• EXERCISE OBJECTIVE
Look through the records below and collect all lines that hold the string "against".

━━━━━ AVAILABLE DATA

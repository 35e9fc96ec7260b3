"""Wright's stationary density (infer.core.drift.stationary) against closed forms,
scipy.stats and mpmath.

Sources: Wright 1931, Genetics 16:97 (the stationary density; neutral case Beta(4Ne·u,
4Ne·v)); Kummer's integral representation of 1F1 (Abramowitz & Stegun 13.2.1);
mpmath.quad at 20+ digits via tests/core/drift_reference.py (independent quadrature).
"""

from __future__ import annotations

import math

import drift_reference as reference
import mpmath as mp
import numpy as np
import pytest
from scipy import special, stats

from infer.core.drift import stationary as drift
from infer.errors import InputError

RTOL = 1e-6  # docs/model.md: relative error <= 1e-6 against an mpmath reference


# ------------------------------------------------------------------ neutral limit
NEUTRAL = [(100, 1e-3, 2e-4), (50, 5e-3, 5e-3), (1000, 2.5e-3, 1e-4), (10, 0.2, 0.05)]


@pytest.mark.parametrize("Ne, mu, nu", NEUTRAL)
def test_neutral_density_is_beta(Ne, mu, nu):
    """s = 0: φ is the Beta(4Ne·mu, 4Ne·nu) density (Wright 1931; scipy.stats.beta)."""
    x = np.array([1e-9, 1e-4, 0.01, 0.3, 0.5, 0.9, 0.999, 1 - 1e-7])
    expected = stats.beta(4 * Ne * mu, 4 * Ne * nu).pdf(x)
    got = drift.stationary_density(x, Ne, mu, 0.0, 0.3, nu)
    np.testing.assert_allclose(got, expected, rtol=1e-9)


@pytest.mark.parametrize("Ne, mu, nu", NEUTRAL)
def test_neutral_summary_is_beta(Ne, mu, nu):
    """Mean, sd, median and the central 95 % interval of Beta(a, b) (scipy.stats.beta)."""
    beta = stats.beta(4 * Ne * mu, 4 * Ne * nu)
    got = drift.stationary_summary(Ne, mu, 0.0, 0.5, nu, interval=0.95)
    np.testing.assert_allclose(got["mean"], beta.mean(), rtol=1e-9)
    np.testing.assert_allclose(got["sd"], beta.std(), rtol=1e-7)
    np.testing.assert_allclose(got["median"], beta.median(), rtol=1e-7)
    np.testing.assert_allclose(got["lower"], beta.ppf(0.025), rtol=1e-7)
    np.testing.assert_allclose(got["upper"], beta.ppf(0.975), rtol=1e-7)


def test_neutral_normaliser_is_beta_function_over_the_range():
    """log Z(s = 0) = log B(4Ne·mu, 4Ne·nu) for 4Ne·mu, 4Ne·nu in [1e-6, 10] (scipy betaln)."""
    a = np.logspace(-6, 1, 15)[:, None]
    b = np.logspace(-6, 1, 15)[None, :]
    Ne = 1000.0
    got = drift.log_normaliser(Ne, a / (4 * Ne), 0.0, 0.5, b / (4 * Ne))
    assert got.shape == (15, 15), f"broadcast (15, 1) x (1, 15) gave shape {got.shape}"
    np.testing.assert_allclose(got, special.betaln(a, b), rtol=1e-12, atol=1e-12,
                               err_msg="s = 0: log Z must be log B(a, b) (scipy betaln)")


def test_neutral_sample_probability_is_beta_binomial():
    """s = 0: P(k of n) is beta-binomial(n, a, b) (scipy.stats.betabinom), n up to 1e6."""
    Ne, mu, nu = 200.0, 1e-4, 3e-5
    a, b = 4 * Ne * mu, 4 * Ne * nu
    for n in (1, 10, 1000, 10**6):
        k = np.unique(np.array([0, 1, n // 3, n - 1, n]).clip(0, n))
        got = drift.log_binomial_probability(k, n, Ne, mu, 0.0, 0.5, nu)
        np.testing.assert_allclose(got, stats.betabinom.logpmf(k, n, a, b), rtol=1e-9, atol=1e-9,
                                   err_msg=f"s = 0, n = {n}: log P(k) vs scipy betabinom.logpmf")
        np.testing.assert_allclose(
            drift.probability_absent(n, Ne, mu, 0.0, 0.5, nu),
            stats.betabinom.pmf(0, n, a, b),
            rtol=1e-8,
            err_msg=f"s = 0, n = {n}: P(absent) vs scipy betabinom.pmf(0)",
        )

━━━━━━━━━━

• EXERCISE ANSWER
"""Wright's stationary density (infer.core.drift.stationary) against closed forms,
RTOL = 1e-6  # docs/model.md: relative error <= 1e-6 against an mpmath reference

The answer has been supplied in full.